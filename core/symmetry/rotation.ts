/**
 * A proper rotation as a unit quaternion [w, x, y, z] = [cos(θ/2), n sin(θ/2)]. The sign is kept: q and −q are the same
 * rotation in space and opposite rotations of a spin 1/2, which is all a double group needs.
 */
export type Quaternion = readonly [number, number, number, number];
export type Vector3 = readonly [number, number, number];
export type Matrix3 = readonly [Vector3, Vector3, Vector3];

export const identityRotation: Quaternion = [1, 0, 0, 0];

/** Right-handed rotation by `angle` (radian) about `axis` (any length but zero). */
export function rotationAbout(axis: Vector3, angle: number): Quaternion {
  const scale = Math.sin(angle / 2) / Math.hypot(...axis);
  return [Math.cos(angle / 2), axis[0] * scale, axis[1] * scale, axis[2] * scale];
}

/** `a` after `b`. */
export function compose(a: Quaternion, b: Quaternion): Quaternion {
  const [aw, ax, ay, az] = a;
  const [bw, bx, by, bz] = b;
  return [
    aw * bw - ax * bx - ay * by - az * bz,
    aw * bx + ax * bw + ay * bz - az * by,
    aw * by - ax * bz + ay * bw + az * bx,
    aw * bz + ax * by - ay * bx + az * bw,
  ];
}

export const inverseRotation = ([w, x, y, z]: Quaternion): Quaternion => [w, -x, -y, -z];
export const opposite = ([w, x, y, z]: Quaternion): Quaternion => [-w, -x, -y, -z];

/** The 3×3 matrix that rotates vectors: v' = R v. */
export function rotationMatrix([w, x, y, z]: Quaternion): Matrix3 {
  return [
    [1 - 2 * (y * y + z * z), 2 * (x * y - w * z), 2 * (x * z + w * y)],
    [2 * (x * y + w * z), 1 - 2 * (x * x + z * z), 2 * (y * z - w * x)],
    [2 * (x * z - w * y), 2 * (y * z + w * x), 1 - 2 * (x * x + y * y)],
  ];
}

export function rotate(q: Quaternion, [x, y, z]: Vector3): Vector3 {
  const m = rotationMatrix(q);
  return [
    m[0][0] * x + m[0][1] * y + m[0][2] * z,
    m[1][0] * x + m[1][1] * y + m[1][2] * z,
    m[2][0] * x + m[2][1] * y + m[2][2] * z,
  ];
}

export const dot = (a: Vector3, b: Vector3): number => a[0] * b[0] + a[1] * b[1] + a[2] * b[2];
export const cross = (a: Vector3, b: Vector3): Vector3 => [
  a[1] * b[2] - a[2] * b[1],
  a[2] * b[0] - a[0] * b[2],
  a[0] * b[1] - a[1] * b[0],
];
export function normalise(v: Vector3): Vector3 {
  const length = Math.hypot(...v);
  return [v[0] / length, v[1] / length, v[2] / length];
}

/** The rotation whose matrix has the columns x, y, z (a right-handed orthonormal frame): it carries the axes onto them. */
export function rotationToFrame(x: Vector3, y: Vector3, z: Vector3): Quaternion {
  const trace = x[0] + y[1] + z[2];
  // The largest of the four squares is taken as pivot, so that nothing is divided by a small number (Shepperd 1978).
  const squares = [trace, x[0], y[1], z[2]];
  const pivot = squares.indexOf(Math.max(...squares));
  let q: Quaternion;
  if (pivot === 0) q = [1 + trace, y[2] - z[1], z[0] - x[2], x[1] - y[0]];
  else if (pivot === 1) q = [y[2] - z[1], 1 + 2 * x[0] - trace, x[1] + y[0], z[0] + x[2]];
  else if (pivot === 2) q = [z[0] - x[2], x[1] + y[0], 1 + 2 * y[1] - trace, y[2] + z[1]];
  else q = [x[1] - y[0], z[0] + x[2], y[2] + z[1], 1 + 2 * z[2] - trace];
  const length = Math.hypot(...q);
  return [q[0] / length, q[1] / length, q[2] / length, q[3] / length];
}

Instructions for the task >> Give the listing above again in full, with no word altered.

Solution to this task >>
filename core/symmetry/rotation.ts
/**
 * A proper rotation as a unit quaternion [w, x, y, z] = [cos(θ/2), n sin(θ/2)]. The sign is kept: q and −q are the same
 * rotation in space and opposite rotations of a spin 1/2, which is all a double group needs.
 */
export type Quaternion = readonly [number, number, number, number];
export type Vector3 = readonly [number, number, number];
export type Matrix3 = readonly [Vector3, Vector3, Vector3];

export const identityRotation: Quaternion = [1, 0, 0, 0];

/** Right-handed rotation by `angle` (radian) about `axis` (any length but zero). */
export function rotationAbout(axis: Vector3, angle: number): Quaternion {
  const scale = Math.sin(angle / 2) / Math.hypot(...axis);
  return [Math.cos(angle / 2), axis[0] * scale, axis[1] * scale, axis[2] * scale];
}

/** `a` after `b`. */
export function compose(a: Quaternion, b: Quaternion): Quaternion {
  const [aw, ax, ay, az] = a;
  const [bw, bx, by, bz] = b;
  return [
    aw * bw - ax * bx - ay * by - az * bz,
    aw * bx + ax * bw + ay * bz - az * by,
    aw * by - ax * bz + ay * bw + az * bx,
    aw * bz + ax * by - ay * bx + az * bw,
  ];
}

export const inverseRotation = ([w, x, y, z]: Quaternion): Quaternion => [w, -x, -y, -z];
export const opposite = ([w, x, y, z]: Quaternion): Quaternion => [-w, -x, -y, -z];

/** The 3×3 matrix that rotates vectors: v' = R v. */
export function rotationMatrix([w, x, y, z]: Quaternion): Matrix3 {
  return [
    [1 - 2 * (y * y + z * z), 2 * (x * y - w * z), 2 * (x * z + w * y)],
    [2 * (x * y + w * z), 1 - 2 * (x * x + z * z), 2 * (y * z - w * x)],
    [2 * (x * z - w * y), 2 * (y * z + w * x), 1 - 2 * (x * x + y * y)],
  ];
}

export function rotate(q: Quaternion, [x, y, z]: Vector3): Vector3 {
  const m = rotationMatrix(q);
  return [
    m[0][0] * x + m[0][1] * y + m[0][2] * z,
    m[1][0] * x + m[1][1] * y + m[1][2] * z,
    m[2][0] * x + m[2][1] * y + m[2][2] * z,
  ];
}

export const dot = (a: Vector3, b: Vector3): number => a[0] * b[0] + a[1] * b[1] + a[2] * b[2];
export const cross = (a: Vector3, b: Vector3): Vector3 => [
  a[1] * b[2] - a[2] * b[1],
  a[2] * b[0] - a[0] * b[2],
  a[0] * b[1] - a[1] * b[0],
];
export function normalise(v: Vector3): Vector3 {
  const length = Math.hypot(...v);
  return [v[0] / length, v[1] / length, v[2] / length];
}

/** The rotation whose matrix has the columns x, y, z (a right-handed orthonormal frame): it carries the axes onto them. */
export function rotationToFrame(x: Vector3, y: Vector3, z: Vector3): Quaternion {
  const trace = x[0] + y[1] + z[2];
  // The largest of the four squares is taken as pivot, so that nothing is divided by a small number (Shepperd 1978).
  const squares = [trace, x[0], y[1], z[2]];
  const pivot = squares.indexOf(Math.max(...squares));
  let q: Quaternion;
  if (pivot === 0) q = [1 + trace, y[2] - z[1], z[0] - x[2], x[1] - y[0]];
  else if (pivot === 1) q = [y[2] - z[1], 1 + 2 * x[0] - trace, x[1] + y[0], z[0] + x[2]];
  else if (pivot === 2) q = [z[0] - x[2], x[1] + y[0], 1 + 2 * y[1] - trace, y[2] + z[1]];
  else q = [x[1] - y[0], z[0] + x[2], y[2] + z[1], 1 + 2 * z[2] - trace];
  const length = Math.hypot(...q);
  return [q[0] / length, q[1] / length, q[2] / length, q[3] / length];
}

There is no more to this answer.